Intrincados, los movimientos ¡Todos Somos 132! -en solidaridad a los estudiantes de la Universidad Iberoamericana acusados de ser porros e intolerantes por la cúpula priísta, por haber perseguido al candidato cuando visitó el campus en Santa Fe- y los antipeñistas tuvieron poco reconocimiento e impacto en los medios convencionales. “¿Por qué le tenemos que hacer propaganda a una manifestación que-quién-sabe-quién convocó y a qué intereses responda?”, comentaba la víspera uno de los presentadores de noticias más populares de TV Azteca.
Allá ellos, si es esa la línea editorial de la televisora del Ajusco. Pero resulta extremadamente preocupante que se confundan tareas o asuman roles indebidos. Los periodistas hacen a los medios, pero no es inversamente proporcional.
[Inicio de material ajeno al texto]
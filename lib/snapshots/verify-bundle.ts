// Recompute a snapshot bundle with this solver and compare: the recomputed result hash must equal the recorded one,
// and so must the hash of the bundle's own data (a bundle whose data was edited does not verify).
import { diffJson, summarizeDiff, type JsonDiff } from '@/lib/canonical-diff';
import { DomainError } from '@/lib/domain-error';
import { resultHash } from '@/lib/physics/canonical';
import { SpecError } from '@/lib/physics/errors';
import { runTask } from '@/lib/physics/run-task';
import { parseTaskSpec, zodIssuesToSpecIssues } from '@/lib/physics/schemas';
import { SOLVER_VERSION } from '@/lib/physics/version';
import { toStoredForm } from '@/lib/runs/stored-form';
import { fieldMessages } from '@/lib/validation-fields';
import { bundleSchema, type SnapshotBundle } from './bundle';

/**
 * The bundle is not readable as a snapshot bundle (wrong format, missing fields, invalid parameters): a domain error
 * `invalid` with per-field messages, that also keeps the list of issues for the command line.
 */
export class BundleError extends DomainError {
  readonly issues: { path: string; message: string }[];

  constructor(issues: { path: string; message: string }[]) {
    super(
      'invalid',
      issues.map((issue) => (issue.path ? `${issue.path}: ${issue.message}` : issue.message)).join('\n'),
      fieldMessages(issues),
    );
    this.name = 'BundleError';
    this.issues = issues;
  }
}

/**
 * Validate parsed JSON as a snapshot bundle, including its parameters against the solver's schema.
 *
 * @throws BundleError listing every problem (`path: message`)
 */
export function parseBundle(input: unknown): SnapshotBundle {
  const parsed = bundleSchema.safeParse(input);
  if (!parsed.success) throw new BundleError(zodIssuesToSpecIssues(parsed.error.issues));
  try {
    parseTaskSpec(parsed.data.params);
  } catch (error) {
    if (error instanceof SpecError) {
      throw new BundleError(error.issues.map((issue) => ({ path: issue.path ? `params.${issue.path}` : 'params', message: issue.message })));
    }
    throw error;
  }
  return parsed.data;
}

export interface BundleVerification {
  /** The recomputed hash equals the recorded one AND the bundle's data hashes to it. */
  identical: boolean;
  recordedHash: string;
  recomputedHash: string;
  /** Hash of the data carried in the bundle (differs from the recorded hash when the data was edited). */
  bundleDataHash: string;
  solverVersion: { recorded: string; current: string };
  /** Differences between the bundle's data and the recomputed data (null when identical). */
  diff: JsonDiff | null;
  /** Human-readable lines: verdict, hashes, versions and (when different) which fields differ and by how much. */
  summary: string;
}

/**
 * Recompute a bundle's result and compare it with the recorded hash and data.
 *
 * @param bundle - a bundle validated by {@link parseBundle}
 * @param options - progress (fraction 0..1, message) and cancellation, passed to the solver
 * @example
 * const check = await verifyBundle(parseBundle(JSON.parse(text)));
 * process.exit(check.identical ? 0 : 1);
 */
export async function verifyBundle(
  bundle: SnapshotBundle,
  options: { signal?: AbortSignal; onProgress?: (fraction: number, message?: string) => void } = {},
): Promise<BundleVerification> {
  const spec = parseTaskSpec(bundle.params);
  const result = await runTask(spec, { signal: options.signal, onProgress: options.onProgress });
  const recomputed = toStoredForm(result);
  const bundleDataHash = resultHash(bundle.data);
  const identical = recomputed.resultHash === bundle.resultHash && bundleDataHash === bundle.resultHash;
  const diff = identical ? null : diffJson(bundle.data, recomputed.data);

  const lines: string[] = [];
  lines.push(identical ? 'identical: the recomputed result has the recorded hash' : 'DIFFERENT: the recomputed result does not match the bundle');
  lines.push(`recorded hash:   ${bundle.resultHash}`);
  lines.push(`recomputed hash: ${recomputed.resultHash}`);
  if (bundleDataHash !== bundle.resultHash) lines.push(`bundle data hash: ${bundleDataHash} (the data in the bundle does not match its recorded hash)`);
  lines.push(`solver: recorded ${bundle.solverVersion}, current ${SOLVER_VERSION}${bundle.solverVersion === SOLVER_VERSION ? '' : ' (versions differ)'}`);
  if (diff) {
    if (diff.equal) {
      lines.push('the data fields are equal; the difference is in the recorded hash itself');
    } else {
      lines.push(`fields that differ (${diff.fields.length}): ${diff.fields.map((f) => f.field).join(', ')}`);
      lines.push(
        diff.largest
          ? `largest relative difference: ${diff.largest.relativeDifference.toExponential(3)} at ${diff.largest.path} (${diff.largest.a} in the bundle, ${diff.largest.b} recomputed)`
          : 'largest relative difference: none (the differences are not numbers)',
      );
      lines.push(summarizeDiff(diff));
    }
  }
  return {
    identical,
    recordedHash: bundle.resultHash,
    recomputedHash: recomputed.resultHash,
    bundleDataHash,
    solverVersion: { recorded: bundle.solverVersion, current: SOLVER_VERSION },
    diff,
    summary: lines.join('\n'),
  };
}
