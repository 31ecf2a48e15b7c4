// Freezing a run: an immutable, numbered version (v1, v2, …) of its figure holding the parameters, the solver
// version and git commit, the result and its SHA-256, who froze it and when. Numbers are allocated under a lock.
import { and, eq, sql } from 'drizzle-orm';
import type { Db } from '@/db';
import { db as defaultDb } from '@/db';
import { pgErrorCode, UNIQUE_VIOLATION } from '@/db/queries/pg-errors';
import { figures, results, runs, snapshots, type Snapshot } from '@/db/schema';
import { buildCommit } from '@/lib/build-info';
import { conflict, notFound } from '@/lib/domain-error';

/**
 * Freeze a succeeded run as the next snapshot version of its figure.
 *
 * The figure row is locked (`SELECT … FOR UPDATE`) while the next number is chosen, so concurrent freezes of one
 * figure get v1, v2, … without gaps or duplicates (the unique index on (figure, version) is the backstop). The
 * snapshot copies the figure's label, caption and view spec as they are now, and the run's parameters.
 *
 * @throws DomainError `not-found` when the run does not exist, `conflict` when it has not succeeded or is already frozen
 * @example
 * const snapshot = await freezeRun({ runId, user }); // snapshot.version === 1
 */
export async function freezeRun({
  runId,
  user,
  database = defaultDb,
}: {
  runId: string;
  user: { id: string } | null;
  database?: Db;
}): Promise<Snapshot> {
  const commit = buildCommit();
  try {
    return await database.transaction(async (tx) => {
      const [run] = await tx.select().from(runs).where(eq(runs.id, runId)).limit(1);
      if (!run) throw notFound('Run not found');
      const [figure] = await tx.select().from(figures).where(eq(figures.id, run.figureId)).for('update');
      if (!figure) throw notFound('Run not found');
      if (run.status !== 'succeeded' || !run.resultId) {
        throw conflict(`Only a succeeded run can be frozen; this run is ${run.status}`);
      }
      const [already] = await tx
        .select({ version: snapshots.version })
        .from(snapshots)
        .where(and(eq(snapshots.figureId, figure.id), eq(snapshots.runId, run.id)))
        .limit(1);
      if (already) throw conflict(`This run is already frozen as v${already.version}`);
      const [result] = await tx.select().from(results).where(eq(results.id, run.resultId)).limit(1);
      if (!result) throw conflict('The result of this run is missing');
      const [{ next }] = await tx
        .select({ next: sql<number>`coalesce(max(${snapshots.version}), 0)::int + 1` })
        .from(snapshots)
        .where(eq(snapshots.figureId, figure.id));
      const [snapshot] = await tx
        .insert(snapshots)
        .values({
          figureId: figure.id,
          manuscriptId: figure.manuscriptId,
          version: next,
          kind: run.params.task,
          label: figure.label,
          caption: figure.caption,
          params: run.params,
          viewSpec: figure.viewSpec,
          solverVersion: result.solverVersion,
          gitCommit: commit,
          resultId: result.id,
          resultHash: result.resultHash,
          runId: run.id,
          frozenById: user?.id ?? null,
        })
        .returning();
      return snapshot;
    });
  } catch (error) {
    if (pgErrorCode(error) === UNIQUE_VIOLATION) {
      throw conflict('Another snapshot of this figure was frozen at the same moment; try again');
    }
    throw error;
  }
}
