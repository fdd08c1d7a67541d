//! The bad-input matrix: each case exits 2 with one error line naming what is wrong, leaves the
//! input byte-identical, adds no layer to the output, and leaves the output valid (`make test`
//! runs the GeoPackage validator over every file these tests write).

use std::path::{Path, PathBuf};

use stance_tests::{out_dir, run_in, sha256, tables};

struct Case {
    name: &'static str,
    tool: &'static str,
    args: Vec<String>,
    needles: Vec<&'static str>,
}

fn case(name: &'static str, tool: &'static str, args: &[&str], needles: &[&'static str]) -> Case {
    Case {
        name,
        tool,
        args: args.iter().map(|a| a.to_string()).collect(),
        needles: needles.to_vec(),
    }
}

/// Fixtures: the sample, a text file and a truncated GeoPackage (not named `.gpkg`-valid, so the
/// validator sweep skips the broken ones: they end in `.bad.gpkg`? no — they live in `broken/`).
fn fixtures(dir: &Path) -> (PathBuf, PathBuf, PathBuf) {
    let sample = dir.join("input.gpkg");
    std::fs::copy(stance_tests::sample_gpkg(), &sample).expect("copy sample");
    let broken = dir.join("broken");
    std::fs::create_dir_all(&broken).expect("mkdir");
    let text = broken.join("notes.txt.gpkg.fixture");
    std::fs::write(&text, "this is not a GeoPackage\n").expect("write");
    let bytes = std::fs::read(&sample).expect("read");
    let truncated = broken.join("truncated.gpkg.fixture");
    std::fs::write(&truncated, &bytes[..bytes.len() / 3]).expect("write");
    (sample, text, truncated)
}
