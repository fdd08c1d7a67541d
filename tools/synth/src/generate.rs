//! Invented "Veldmark" stance scenario: town-centred Gaussian clusters as in a Thomas process (Diggle 2013, Statistical Analysis of Spatial and Spatio-Temporal Point Patterns, 3rd ed.), planted stance zones and burst, Dawid & Skene (1979) label noise.

use geo_types::{Coord, LineString, Polygon};
use rand::{Rng, SeedableRng};
use rand_chacha::ChaCha8Rng;
use rand_distr::StandardNormal;
use serde::Serialize;
use std::f64::consts::PI;

/// Western edge of the invented region (degrees longitude, WGS 84).
pub const REGION_WEST_LON: f64 = -141.0;
/// Eastern edge of the invented region; the sea and the island lie east of it.
pub const REGION_EAST_LON: f64 = -139.8;
/// Southern edge of the invented region (degrees latitude).
pub const REGION_SOUTH_LAT: f64 = 34.6;
/// Northern edge of the invented region (degrees latitude).
pub const REGION_NORTH_LAT: f64 = 35.4;
/// Longitude that `Quality::District` records are snapped to.
pub const REGION_CENTRE_LON: f64 = -140.4;
/// Latitude that `Quality::District` records are snapped to.
pub const REGION_CENTRE_LAT: f64 = 35.0;
/// First second of the scenario, 2026-01-01T00:00:00Z.
pub const TIME_START_UNIX_S: i64 = 1_767_225_600;
/// Last second of the scenario, 2026-09-30T23:59:59Z.
pub const TIME_END_UNIX_S: i64 = 1_790_812_799;
/// Mean Earth radius R₁ of GRS 80 (Moritz 2000, Geodetic Reference System 1980).
pub const EARTH_RADIUS_M: f64 = 6_371_008.8;

const SECONDS_PER_DAY: i64 = 86_400;
/// Days from 2026-01-01 to the first day of each month, January to October.
const MONTH_START_DAY: [i64; 10] = [0, 31, 59, 90, 120, 151, 181, 212, 243, 273];

const GRID_COLUMNS: usize = 16;
const GRID_ROWS: usize = 13;
/// At most 0.2 of a cell per axis keeps every quad convex: the worst corner has
/// cross product 0.6² − 0.4² > 0 in cell units.
const VERTEX_JITTER_CELLS: f64 = 0.2;
/// (column, row) of the grid cell that nobody lives in; far from every town and
/// from the region centre, so no snapped coordinate can land in it.
const EMPTY_CELL: (usize, usize) = (1, 1);
/// The geography is one fixed invented place; only the records depend on the seed.
const GEOGRAPHY_SEED: u64 = 0x5645_4c44_4d41_524b;
/// Invented census people per district on top of the kernel mass.
const CENSUS_FLOOR: f64 = 40.0;
/// Sub-samples per quad axis when integrating the census kernel.
const CENSUS_SUBSAMPLES: usize = 6;

const AUTHOR_PREFIX: &str = "acct-";
const AUTHOR_DIGITS: usize = 5;
const RURAL_SHARE: f64 = 0.05;
const NEUTRAL_SHARE: f64 = 0.30;
const DUPLICATE_SHARE: f64 = 0.005;
/// Share of texts drawn from any stance's templates, so text alone is not a perfect label.
const OFF_STANCE_TEXT_SHARE: f64 = 0.15;
/// Cumulative shares of Exact, Street and Town; the rest is District.
const QUALITY_CUMULATIVE: [f64; 3] = [0.45, 0.70, 0.95];
const STREET_JITTER_M: f64 = 60.0;
/// Support-vs-oppose log-odds per degree east of the region centre (±0.9 at the edges).
const LOG_ODDS_PER_DEGREE_EAST: f64 = 1.5;
/// Support-vs-oppose log-odds per degree north of the region centre (±0.2 at the edges).
const LOG_ODDS_PER_DEGREE_NORTH: f64 = 0.5;
/// Share of all records posted by each prolific author.
const PROLIFIC_SHARES: [f64; 5] = [0.020, 0.017, 0.015, 0.012, 0.010];
/// Cumulative probabilities that an ordinary author posts 1, 2 (the rest: 3) records.
const ORDINARY_POSTS_CUMULATIVE: [f64; 2] = [0.5, 0.8];

/// (name, lon, lat, population); all invented.
const TOWN_TABLE: [(&str, f64, f64, u32); 11] = [
    ("Quellport", -140.02, 35.02, 118_000),
    ("Brisselholm", -140.25, 35.22, 34_000),
    ("Ostravel", -140.18, 34.78, 27_000),
    ("Tallowspire", -140.48, 35.10, 19_500),
    ("Gorrowmere", -140.63, 34.84, 12_400),
    ("Saltrenne", -139.90, 34.70, 8_200),
    ("Varrowfen", -140.78, 35.26, 6_100),
    ("Eskerhollow", -139.88, 35.30, 5_300),
    ("Lindquay", -140.88, 34.98, 4_300),
    ("Corvethal", -140.40, 34.68, 3_200),
    ("Mirabrook", -140.55, 35.32, 2_400),
];

const BURST_TOWN: usize = 1;
const BURST_RADIUS_M: f64 = 5_000.0;
const BURST_MONTH: u32 = 6;
const BURST_EXTRA_SHARE: f64 = 0.04;

const DISTRICT_PREFIXES: [&str; GRID_COLUMNS] = [
    "Ael", "Brom", "Cael", "Dorv", "Esk", "Fael", "Grim", "Hald", "Ivr", "Jost", "Karn", "Lyr",
    "Morv", "Nyr", "Orv", "Pell",
];
const DISTRICT_SUFFIXES: [&str; GRID_ROWS] = [
    "anth", "ebrin", "ivel", "oska", "undar", "ethra", "ovin", "arrel", "imsk", "ulde", "eroth",
    "aven", "iska",
];
const ISLAND_NAME: &str = "Skerrowen Isle";
const ISLAND_CENTRE: (f64, f64) = (-139.71, 34.88);
const ISLAND_HALF_WIDTH_DEG: (f64, f64) = (0.025, 0.018);
const ISLAND_POPULATION: u32 = 640;

/// (text before the number, text after it), by true stance.
const OPPOSE_TEMPLATES: [(&str, &str); 7] = [
    ("The levy adds ", " a month to my bill. Vote no."),
    ("Day ", " of asking who actually gains from the wind levy."),
    ("", " turbines on the horizon and we pay for them? Oppose."),
    (
        "Fishing grounds lost, levy up ",
        " percent. Not in our name.",
    ),
    ("Meeting #", ": the levy is a tax on the coast. Against."),
    ("Scrap the offshore levy. Signature ", "."),
    ("I count ", " reasons to reject the wind levy."),
];
const NEUTRAL_TEMPLATES: [(&str, &str); 6] = [
    ("Public hearing on the wind-farm levy, session ", "."),
    ("Read the levy proposal up to page ", ". Still undecided."),
    ("Question ", " for the council: how is the levy collected?"),
    ("Ferry late by ", " min, levy debate on the radio."),
    ("Poll ", ": has anyone costed the levy both ways?"),
    ("Levy explainer part ", " is out."),
];
const SUPPORT_TEMPLATES: [(&str, &str); 7] = [
    ("Back the levy: ", " local jobs at the new harbour yard."),
    ("Clean power for ", " thousand homes. Yes to the levy!"),
    ("The wind levy pays back in ", " years. Worth it."),
    ("Proud to back the offshore levy, day ", "."),
    ("", " of us marched for the wind levy today."),
    ("Turbines over tankers. Levy yes, pledge ", "."),
    ("Our kids get ", " years of cleaner air. Support the levy."),
];

/// Size and seed of a scenario.
#[derive(Clone, Copy, Debug, PartialEq, Eq)]
pub struct ScenarioParams {
    /// Total number of records, burst and duplicates included.
    pub points: usize,
    /// Seed of the `ChaCha8Rng` that draws the records.
    pub seed: u64,
}

/// One generated scenario with its planted ground truth.
#[derive(Clone, Debug, PartialEq)]
pub struct Scenario {
    /// Geolocated posts, `points` of them.
    pub records: Vec<Record>,
    /// Invented towns the records cluster around.
    pub towns: Vec<Town>,
    /// Jittered-grid districts with shared edges, then one island district.
    pub districts: Vec<District>,
    /// Discs where the odds of one stance are multiplied.
    pub zones: Vec<PlantedZone>,
    /// Extra records in one month around one town.
    pub burst: PlantedBurst,
    /// Classifier A: row = true class (oppose, neutral, support), column = label; rows sum to 1.
    pub confusion_a: [[f64; 3]; 3],
    /// Classifier B, noisier than A; same layout.
    pub confusion_b: [[f64; 3]; 3],
}

/// One invented post.
#[derive(Clone, Debug, PartialEq, Serialize)]
pub struct Record {
    /// Reported longitude (degrees), after geocoding at `quality`.
    pub lon: f64,
    /// Reported latitude (degrees).
    pub lat: f64,
    /// True stance: −1 oppose, 0 neutral, 1 support.
    pub stance: i8,
    /// Label from classifier A, drawn from `confusion_a[stance + 1]`.
    pub label_a: i8,
    /// Label from classifier B, drawn from `confusion_b[stance + 1]`.
    pub label_b: i8,
    /// Posting time, UTC seconds within 2026-01-01 .. 2026-09-30.
    pub time_unix_s: i64,
    /// Author id such as `acct-00042`.
    pub author: String,
    /// Geocoding quality of `lon`/`lat`.
    pub quality: Quality,
    /// Short invented post text.
    pub text: String,
    /// Index into `Scenario::towns` of the source (or, for rural records, nearest) town.
    pub town: usize,
}

/// Geocoding quality of a record's coordinates, best to worst.
#[derive(Clone, Copy, Debug, PartialEq, Eq, Serialize)]
#[serde(rename_all = "lowercase")]
pub enum Quality {
    /// Device coordinates, exact.
    Exact,
    /// Geocoded to a street, a few tens of metres off.
    Street,
    /// Snapped to the town centre, so many records share one point.
    Town,
    /// Known only to a district or coarser: snapped to the region centre.
    District,
}

impl Quality {
    /// Lower-case name: `exact`, `street`, `town` or `district`.
    pub fn as_str(self) -> &'static str {
        match self {
            Quality::Exact => "exact",
            Quality::Street => "street",
            Quality::Town => "town",
            Quality::District => "district",
        }
    }
}
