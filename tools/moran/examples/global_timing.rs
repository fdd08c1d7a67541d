//! Times the global Moran's I with its permutation test on a queen lattice of 250 × 280 areas (the size of the
//! 70,000-area benchmark: 556,824 links when every cell keeps its 3 to 8 queen neighbours).
//!
//! `cargo run --release -p stance-moran --example global_timing [PERMUTATIONS] [THREADS]`

use stance_core::weights::{Neighbours, Standardisation};
use stance_moran::maths::{global_moran, Alternative, Inference};

fn main() {
    let mut args = std::env::args().skip(1);
    let permutations: usize = args.next().and_then(|a| a.parse().ok()).unwrap_or(999);
    let threads: usize = args.next().and_then(|a| a.parse().ok()).unwrap_or(2);
    let (rows, cols) = (250usize, 280usize);
    let mut lists = vec![Vec::new(); rows * cols];
    for r in 0..rows {
        for c in 0..cols {
            for dr in [-1i64, 0, 1] {
                for dc in [-1i64, 0, 1] {
                    let (rr, cc) = (r as i64 + dr, c as i64 + dc);
                    if (dr, dc) != (0, 0)
                        && rr >= 0
                        && cc >= 0
                        && rr < rows as i64
                        && cc < cols as i64
                    {
                        lists[r * cols + c].push((rr as usize * cols + cc as usize) as u32);
                    }
                }
            }
        }
    }
    let w = Neighbours { lists }.standardise(Standardisation::Row);
    let z: Vec<f64> = (0..rows * cols)
        .map(|i| ((i * 7919) % 1009) as f64 - 504.0)
        .collect();
    let pool = rayon::ThreadPoolBuilder::new()
        .num_threads(threads)
        .build()
        .expect("pool");
    shuffle_only(rows * cols, permutations);
    for round in 0..3 {
        let start = std::time::Instant::now();
        let inference = Inference {
            permutations,
            seed: 1,
            alternative: Alternative::TwoSided,
        };
        let g = pool
            .install(|| global_moran(&z, &w, &inference, &|_| {}))
            .expect("valid values");
        println!(
            "round {round}: global Moran, {permutations} permutations over {} links: {:.3} s (mean {:e})",
            w.neighbours.len(),
            start.elapsed().as_secs_f64(),
            g.permutation_mean
        );
    }
}

/// The floor: the 999 Fisher–Yates shuffles alone on one thread.
fn shuffle_only(n: usize, permutations: usize) {
    let start = std::time::Instant::now();
    let mut labels: Vec<u32> = vec![0; n];
    let mut acc = 0u64;
    for r in 0..permutations as u64 {
        for (j, l) in labels.iter_mut().enumerate() {
            *l = j as u32;
        }
        stance_core::montecarlo::Draws::new(1, r).shuffle(&mut labels);
        acc += u64::from(labels[7]);
    }
    println!(
        "shuffles only (1 thread): {:.3} s ({acc})",
        start.elapsed().as_secs_f64()
    );
}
Mayores contradicciones registran los cibernautas al servicio de la causa peñista, que creyeron que podrían defender al aspirante de estos embates en redes sociales. En su prueba de fuego, han evidenciado su falta de entendimiento del activismo político vía electrónica.
La contraofensiva de los activistas de Peña Nieto -cuyo trabajo es dirigido por los hermanos Víctor y Alejandra Lagunes, de los cuadros más cercanos a Luis Videgaray Caso- ha concitado considerables disensos y negatividades. Ha fracasado en su propósito de mostrar que incluso en el ciberespacio la propuesta priísta tiene respaldo de la mayoría. ¿Activismo o ciberbullying en los social media?
La dimensión de lo equivocado de la estrategia peñista en redes sociales se materializó cuando decenas de miles de jóvenes tomaban las calles de al menos 24 ciudades de la República Mexicana: en mensajes SMS trataban de incidir en el sondeo de UnoNoticias sobre las preferencias electorales de los usuarios de la red Telcel. El CEN del PRI envió un comunicado para deslindarse de los promotores de esta intervención, que ofrecía -a cambio de votar por Peña- 100 pesos de tiempo aire.